私が来たから気を使って帰ったってわけではなさそうだ。
無いと思いたいなぁ・・・・
「はいよお待たせ」どんっとテーブルに豪快に焼かれた骨付き肉が置かれる「今日はブーメランさ」誰が命名したのか知らないが、肋骨の骨に肉がついた状態がブーメランに見えるからってことで、ブーメラン焼きって名前が付いた女将の得意料理の一つさ「いつも、ブーメランの間違いじゃない?」なんて言うと軽く頭を小突かれてしまった。口は災いの元さ、ちゃんと閉めないと漏れてしまうものだね。
お上品に、ナイフを使い、骨から肉を外して食べていく「美味い!!」香辛料がたっぷりと使われていて女将特性のソースが絶妙な味わいを演出してくれる
最高だ!これは酒が欲しくなる!基本的にこの日替わりを頼んだら自動でお酒もついてくるのだが、
だが!私は残念ながらお酒が得意ではない、飲めないことはないのだが、明日のことを考えると飲めない。
明日に響いてしまうのでね、今日は飲まない、女将もそれを察してくれている、私が飲むときはオーダーするからだ。
ちなみにお酒の弱さは父親譲りなので、それも相まって女将は私に酒を進めてこない。気遣いの出来る素晴らしき女性だ
筋肉ムッキムキじゃなかったら惚れていただろう、私の父が!!
さて、お腹も膨れたし、心も満たされた、帰ろうかと立ち上がると「悪いけれど、その辺に転がってるの何人か連れて帰ってもらっても、いいかい?」女将は箒を片手に掃除がしたいとジェスチャーで伝えてくる。

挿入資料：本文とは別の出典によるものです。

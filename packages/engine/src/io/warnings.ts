import type { Graph } from '../graph/graph';

/** Something a reader dropped rather than refused: the graph is still simple and usable. */
export interface ReadWarning {
  kind: 'self-loop' | 'duplicate-edge';
  /** Where the dropped edge is written, 1-based. */
  line: number;
  column: number;
  message: string;
}

/** What every graph reader returns: the graph, the first warnings and how many there were in all. */
export interface ReadResult {
  graph: Graph;
  /** At most MAX_LISTED_WARNINGS, in file order. */
  warnings: ReadWarning[];
  /** Every warning, listed or not: a file of a million repeated edges should not carry a million messages. */
  warningCount: number;
}

export const MAX_LISTED_WARNINGS = 100;

/** Collects warnings up to the listing limit and counts the rest. */
export class WarningList {
  readonly listed: ReadWarning[] = [];
  count = 0;

  /** True once the list is full: callers skip building messages nobody will see. */
  get full(): boolean {
    return this.listed.length >= MAX_LISTED_WARNINGS;
  }

  add(kind: ReadWarning['kind'], line: number, column: number, message: string): void {
    this.count++;
    if (!this.full) this.listed.push({ kind, line, column, message });
  }

  /** Counts a warning without listing it (the list is full). */
  countOnly(): void {
    this.count++;
  }

  result(graph: Graph): ReadResult {
    return { graph, warnings: this.listed, warningCount: this.count };
  }
}
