// The engine's file formats: readers and writers over strings and bytes (no file system here).
export type { GraphFormat } from './formats';
export type { TextInput } from './text-input';
export type { ReadResult, ReadWarning } from './warnings';
export { MAX_LISTED_WARNINGS } from './warnings';
export { readEdgeList, writeEdgeList } from './edge-list';
export type { EdgeListReadOptions, EdgeListWriteOptions } from './edge-list';
export { readDimacs, writeDimacs } from './dimacs';
export type { DimacsReadOptions, DimacsVariant, DimacsWriteOptions } from './dimacs';
export { readMatrixMarket, writeMatrixMarket } from './matrix-market';
export type { MatrixMarketReadOptions } from './matrix-market';
export { readJsonGraph, writeJsonGraph } from './json-graph';
export type { JsonGraphReadOptions } from './json-graph';
export { formatMaskText, parseMaskText } from './mask-text';
export { readLabelsCsv, writeLabelsCsv } from './labels-csv';
export { detectFormat } from './detect';
export { readGraph, writeGraph } from './read-write-graph';
export type { ReadGraphOptions } from './read-write-graph';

確かに、上に立つものとして、下の者の不始末くらいは助けてやらんとな如何にプライベートとはいえ、助けてやるのが義理人情、まぁ、帰るついでだし毛ほども辛くはない
「任されよ」といっても、運べるのは二人が限界だな、どれとどれを運んでやろうか、選別をしていると「ほい」女将が両脇に抱えてきた、成程、これを運べと
運ぶやつのご尊顔はっと、ああ、成程、新顔か。ということは学生諸君だな、確かに、学生を放置するのは店的に面倒臭い、最初に甘やかすとついつい次もそうなってしまいかねないからな、っというか、学生諸君をここに連れてきた馬鹿者がしっかりと最後まで介抱して面倒を見てやるのが年長者としての矜持ではないのか?
私が訝しんでいると「こいつらは、新顔だろ?誰かに連れられてきたって感じじゃなくてな、ふらっと入ってきたんだよ」ほう、初手でこの店に辿り着けるとは運が良いな。
この店で潰れても医療チームが良く来る店だから、介抱してくれたりと助けに船になることが多いからな。
当然、助けてもらったやつはしっかりと、謝礼を医療チームに持ってこないといけない暗黙のルールがあるが、新顔は知らないだろうから、後で、人伝で教えてやるか
両脇にわっぱを抱えながら店を出ていく。出る際に「またおいでー」と女将の声が聞こえてきた、もちろんさ、何度でも、死ぬまでは通ってやるさ。
長生きしろよ筋肉レディ
・・・ちなみに独身かどうかは知らない、風の噂だと、子供がいるらしい、アレを抱ける猛者が居ることに私の脳みそはそこから先の思考を拒否している。
わっぱを適当な仮眠室のベッドに放り込んでっと、気になる事があるから、それを取りに行くか。
仮眠室に置かれていた手紙を確認する、なんだ、姫様からのお便りだったか、それはそれは、
新しい発明でも出来たのかな?手伝いだったらいくらでもしますよ姫。
未開封の手紙を片手に、月明かりがきれいな兵舎のベランダにあるベンチでゆったりと夜を堪能しますか
明日もまた、色々と激務がまっているしな、、、心の平穏は明日への活力さ。